Ouch @RemusLupinsBiggestGroupie. How did you manage that? It’s very icy here today. Comfort rereading is called for I feel. Have you read Into Thin Air again recently? Or Bill Bryson - Down Under always my go-to when I need cheering up.

Tarragon123 · 04/01/2026 19:01

Oh @RemusLupinsBiggestGroupie!! Take care. No suggestions, just sending healing thoughts in your direction 💐

Terpsichore · 04/01/2026 19:10

That’s a serious pain in the proverbials, @RemusLupinsBiggestGroupie, not to mention the wrist. Sympathies. I can’t remember whether you've read Business as Usual by Jane Oliver and Ann Stafford? Good fun and with a London-based book theme.
If not, there are a few more in the British Library Women Writers series that includes Strange Journey, which I seem to recall you did read. I'm toying with starting another of the lighter ones of those. I really enjoyed One Year's Time by Angela Milne, although it’s not totally light-hearted….

TheDonsDingleberries · 04/01/2026 19:27
  1. I Hope This Finds You Well by Natalie Sue.

This was an enjoyable first read of the year. Not too taxing and quite predictable, but a fun enough feel good story. The protagonist, Jolene, was a bit of an arsehole at first but I warmed to her as the book went on. I'd probably be begging for a redundancy payment if I worked at Supershops Incorporated!

Next on the list is North Woods by Daniel Mason.

Frannyisreading · 04/01/2026 19:35

Oh flipping heck @RemusLupinsBiggestGroupie . I hope you're not in too much pain.
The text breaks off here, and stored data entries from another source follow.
/**
 * The trend verdict of one fitted lineage: is there directional change?
 *
 * Statistic: W0 = drift² / Var(drift) by GLS under the directional walk with
 * the step variance held at the random walk's REML estimate
 * ({@link nullVarianceWald}); large |drift| in either direction counts.
 * Null distribution: parametric bootstrap (Davison & Hinkley 1997, ch. 4)
 * on the lineage's own times and sampling variances, from the REML fit of
 * the random walk at its step variance and at `varianceFactors` times it,
 * and from the best non-directional model by AICc (random walk, stasis,
 * strict stasis) when that is another one; the reported p-value is the
 * largest, so the test keeps its level whichever of them is true and when
 * the step variance is underestimated (W0's null distribution grows with
 * the step variance; measured in bench/trend-calibration.ts). Each p-value
 * is the sequential one of Besag & Clifford (1991), so clear cases stop
 * early. `aicc_false_trend_rate` is the share of replicates from the best
 * non-directional model in which AICc alone ranks the directional walk
 * first among the user's models (at least `rateReplicates` drawn).
 *
 * Pure: no files, no printing; the same seed gives the same result on any
 * thread. Returns a verdict with `note` set (and no p-value) when the
 * directional walk or every non-directional model is missing or not
 * fitted, e.g. too few horizons.
 *
 * Besag, J. & Clifford, P. (1991). Sequential Monte Carlo p-values.
 * Biometrika 78:301-304. Davison, A. C. & Hinkley, D. V. (1997). Bootstrap
 * Methods and their Application. Cambridge University Press. Patterson,
 * H. D. & Thompson, R. (1971). Biometrika 58:545-554 (REML).
 *
 * @example
 * const lineage = lineageFromArrays({ time: [0, 1, 2, 3, 4, 5, 6, 7], mean: [0, 1.1, 1.9, 3.2, 3.9, 5.1, 6, 7.2], samplingVariance: Array(8).fill(0.01) });
 * const test = trendTest(fitLineage(lineage, classicModels, { intervals: false }), { seed: 1, maxReplicates: 19, rateReplicates: 9 });
 * test.p_value; // 0.05 (no replicate reached the observed statistic: (0 + 1) / (19 + 1), the smallest p of 19 replicates)
 * test.null_model; // 'random-walk'
 */
export function trendTest(fit: LineageFit, options: TrendTestOptions = {}): TrendTest {
  const level = options.level ?? 0.05;
  const seed = options.seed ?? 1;
  const exceedances = options.exceedances ?? 10;
  const most = options.maxReplicates ?? 199;
  const rateMinimum = options.rateReplicates ?? 99;
  const userModels = options.models ?? fit.models.map((model) => model.id);
  const byId = new Map(fit.models.map((model) => [model.id, model]));
  const empty = (note: string, statistic: number | null = null): TrendTest => ({
    method: trendTestMethod, statistic, p_value: null, level, supported: false, direction: null, replicates: 0, seed,
    aicc_false_trend_rate: null, aicc_ou_rate: null, rate_replicates: 0, null_model: null, p_by_null: {}, note,
  });
  const full = byId.get(directionalModel);
  if (full === undefined) return empty('no trend test: the directional walk is not among the models fitted (add directional-walk to --models to test for a trend)');
  if (!fitted(full) || full.aicc === null) return empty(`no trend test: the directional walk was not fitted or not compared${full.message ? ` (${full.message})` : ''}`);
  const nulls = nonDirectionalModels.map((id) => byId.get(id)).filter(fitted);
  if (nulls.length === 0) return empty('no trend test: no non-directional model was fitted');
  const logLik: Record<string, number> = {};
  for (const model of [full, ...nulls]) logLik[model.id] = model.logLik;
  const kind = options.statistic ?? 'score';
  const wald = kind === 'score' ? nullVarianceWald(fit.lineage) : null;
  if (kind === 'score' && wald === null) return empty('no trend test: the drift could not be estimated at the random walk\'s restricted step variance (singular covariance?)');
  const statistic = kind === 'score' ? wald!.statistic : trendStatistic(logLik)!;
  const criteria = nulls.map((model) => model.aicc);
  const bestNull = lowestCriterion(criteria) === -1 ? nulls[0] : nulls[lowestCriterion(criteria)];
  // The random walk is drawn at its REML step variance and at `varianceFactors` times it; the best non-directional model at its REML fit.
  const factors = options.varianceFactors ?? [1, 3];
  const generators: { key: string; model: string; factor: number; stream: number }[] = [];
  if (nulls.some((model) => model.id === 'random-walk')) {
    factors.forEach((factor, k) => generators.push({ key: factor === 1 ? 'random-walk' : `random-walk (step variance × ${Number(factor.toPrecision(3))})`, model: 'random-walk', factor, stream: streamOf['random-walk'] + 10 * k }));
  }
  if (bestNull.id !== 'random-walk') generators.push({ key: bestNull.id, model: bestNull.id, factor: 1, stream: streamOf[bestNull.id] });
  const rateKey = bestNull.id;
  // Replicates fit the test's models, plus ou when the user's table compares it (for the rates).
  const testIds = [directionalModel, ...nulls.map((model) => model.id)];
  const compared = ['strict-stasis', 'stasis', 'random-walk', 'directional-walk', 'ou'].filter((id) => userModels.includes(id) && (id === 'ou' ? byId.get('ou')?.aicc !== null && byId.get('ou') !== undefined : testIds.includes(id)));
  const models = testIds.map(modelById);
  const design = designLineage(designOf(fit.lineage));
  const pByNull: Record<string, number> = {};
  let replicates = 0;
  let rateBest: (string | null)[] = [];
  for (const generator of generators) {
    const parameters = generatorParameters(generator.model, fit.lineage);
    if (generator.factor !== 1) parameters.step_variance *= generator.factor;
    const forRates = generator.key === rateKey;
    const outcomes: ReplicateOutcome[] = [];
    const draw = (index: number): ReplicateOutcome => {
      if (outcomes[index] === undefined) outcomes[index] = replicate(design, generator.model, parameters, models, forRates && index < rateMinimum ? compared : null, replicateSeed(seed, generator.stream, index), kind);
      return outcomes[index];
    };
    const result = sequentialPValue((index) => draw(index).statistic, statistic, exceedances, most);
    pByNull[generator.key] = result.p;
    if (forRates) {
      for (let index = outcomes.length; index < rateMinimum; index++) draw(index);
      rateBest = outcomes.map((outcome) => outcome.best);
    }
    replicates += outcomes.length;
  }
  const p = Math.max(...Object.values(pByNull));
  const counted = rateBest.filter((best) => best !== null);
  const share = (id: string): number | null => (counted.length === 0 ? null : counted.filter((best) => best === id).length / counted.length);
  const supported = p < level;
  const drift = wald ? wald.drift : full.estimates.drift;
  return {
    method: trendTestMethod,
    statistic,
    p_value: p,
    level,
    supported,
    direction: supported && drift !== 0 ? (drift > 0 ? 'increase' : 'decrease') : null,
    replicates,
    seed,
    aicc_false_trend_rate: compared.includes(directionalModel) ? share(directionalModel) : null,
    aicc_ou_rate: compared.includes('ou') ? share('ou') : null,
    rate_replicates: counted.length,
    null_model: bestNull.id,
    p_by_null: pByNull,
    note: null,
  };
}
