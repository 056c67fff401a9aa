/**
 * Interpretive cautions, shown beside the conclusions they qualify. They say
 * what model support does and does not establish, so a reader of the report
 * (who may never run the tool) does not read more into a ranking than it
 * holds.
 */

/**
 * Cautions shown with every model-support conclusion: the points of the
 * README's "Reading the results: cautions", in short.
 */
export const supportCautions: readonly string[] = [
  'Model support is not mechanism: a good fit to a random walk says nothing by itself about drift versus selection (fluctuating selection, many small directional episodes and genetic drift all produce random-walk-like sequences), and stasis describes the net pattern, not constraint or stabilising selection as such.',
  'Support depends on sampling: short sequences, few specimens per horizon and large sampling error favour the simpler models; the absence of support for a trend is not evidence of no trend unless the design could have detected one.',
  'Time-averaging within horizons and errors in the age model change the apparent tempo and mode; rates are per the time unit of the input and inherit its uncertainty.',
  'Akaike weights are relative to the models fitted: they say which of these descriptions the data favour, not that any of them is true.',
  'These numbers are a tool for the specialist; the interpretation of the lineage\'s history rests with the paleontologist\'s judgement of the material, the sections and their dating.',
];

/** Caution shown with the estimates: what the interval method promises. */
export const intervalCaution =
  'Intervals are approximate: with few horizons, and especially when a variance estimate sits at 0, a nominal 95% interval can cover the true value less often than 95% of the time.';

/** Extra caution when the best-supported model is a directional walk. */
export const directionalCaution =
  'Support for directional change needs a trend that is large against both sampling error and random wandering; check the drift interval and, for a claim in print, the power and false-trend rate of this design.';

/** Extra caution when the best-supported model is a form of stasis. */
export const stasisCaution =
  'Support for stasis means the means did not wander or trend detectably at this resolution; it does not exclude change too small, too fast or too short-lived for this sampling to resolve.';

/** Caution shown when two or more models carry similar weight. */
export const closeSupportCaution =
  'Two or more models have similar support (ΔAICc below 2); the data do not discriminate between them, and the conclusion should say so.';

/** Caution for estimates at a bound or limit. */
export const boundCaution =
  'An estimate at a bound (a variance of 0) or at a limit (alpha at the end of its range) is the supremum of the likelihood, not an interior maximum; its interval is one-sided and the model may reduce to a simpler one.';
I found The Lark by E Nesbit very diverting when ill; it's a light hearted friendship escapade / romance.

@HagCymraeg Great Expectations is a real favourite of mine. What a cast of characters and I always love a protagonist trying to fit into an unfamiliar world.

@Zilla74 Shy Creatures was in my top 10 for last year. I'm keen to read Small Pleasures this year.

And re the Wolf Hall chat, I have Bringing Up the Bodies on the TBR shelf but no rush to get started honestly! I'm daunted by it!

Frannyisreading · 04/01/2026 19:42

3. Box Hill by Adam Mars-Jones

This was a Christmas gift, a novella of around 100 pages, and I found it quite surprising. Colin has just turned 18 when he becomes involved with the BDSM biker scene in 1970s Surrey. It got unexpectedly explicit very fast and the "love story" is full of abuse, secrecy and consent issues. I still found it touching and thought provoking in the way it dealt sensitively with dependency, loss, and loneliness.

SheilaFentiman · 04/01/2026 19:42

BestIsWest · 04/01/2026 18:58

Ouch @RemusLupinsBiggestGroupie. How did you manage that? It’s very icy here today. Comfort rereading is called for I feel. Have you read Into Thin Air again recently? Or Bill Bryson - Down Under always my go-to when I need cheering up.

Also a Bill Bryson fan (A Walk in the Woods) or A Bookshop of One’s Own (to continue the Charing X Road theme)

Frannyisreading · 04/01/2026 19:45

Do anyone else's numbers keep getting auto corrected to "1" ?
I'm on mobile and it's convinced I'm making an error until I edit it back again.